# Hello everyone!!



## Carol T (Dec 4, 2009)

I just joined today and have really enjoyed reading the posts etc. I am looking to move to Sharm in the New Year and am after any advice. I know a few people but am looking to make some genuine female English speaking friends. I only speak English and am learning Arabic very slowly lol!! I will be staying in Nabq Bay as this is where my boyfriend works. I am also interested in Sierra which looks lovely. Any friendly advice or friendly contacts would be much appreciated. Thanks everyone x


----------



## Sam (Aug 27, 2009)

Carol T said:


> I just joined today and have really enjoyed reading the posts etc.

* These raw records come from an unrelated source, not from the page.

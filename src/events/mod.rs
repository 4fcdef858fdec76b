//! What moved, and when: events in a trace, each with its measures.
//!
//! Three classic detectors stand side by side: Engbert–Kliegl [microsaccades](MicrosaccadeCriteria), the
//! [velocity threshold](VelocityThreshold) and the [dispersion threshold](DispersionThreshold). Each is
//! its published definition; where a paper is silent, these rules hold for all of them:
//!
//! - A velocity is undefined at the ends of the recording and where a sample that it uses is missing; an
//!   undefined velocity is above no threshold and ends a run.
//! - A run is a maximal stretch of consecutive samples; its length in samples decides.
//! - A duration given in seconds becomes samples once, by
//!   [`SamplingRate::samples_in`](crate::SamplingRate::samples_in).
//! - Detectors look inside the spans that they are given and never across a border of them.

mod binocular;
mod dispersion_threshold;
mod event;
mod fixation;
mod microsaccades;
mod runs;
mod velocity_threshold;

pub use binocular::{BinocularAgreement, BinocularEvent, binocular_events};
pub use dispersion_threshold::DispersionThreshold;
pub use event::{Event, spans_of};
pub use fixation::{Detections, Fixation};
pub use microsaccades::{EllipticThreshold, MicrosaccadeCriteria, Microsaccades, ShortestRun};
pub use velocity_threshold::VelocityThreshold;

I am looking to move to Sharm in the New Year and am after any advice. I know a few people but am looking to make some genuine female English speaking friends. I only speak English and am learning Arabic very slowly lol!! I will be staying in Nabq Bay as this is where my boyfriend works. I am also interested in Sierra which looks lovely. Any friendly advice or friendly contacts would be much appreciated. Thanks everyone x


Hi,

Congratulations on your decision to move and good luck 

What kind of advice are you looking for? I'm a full time worker and a full time mother so free time is rare for me, but here to help anytime 

Drop me a line if you need any help, and would be happy to meet for a coffee when you arrive out here.

Sam


----------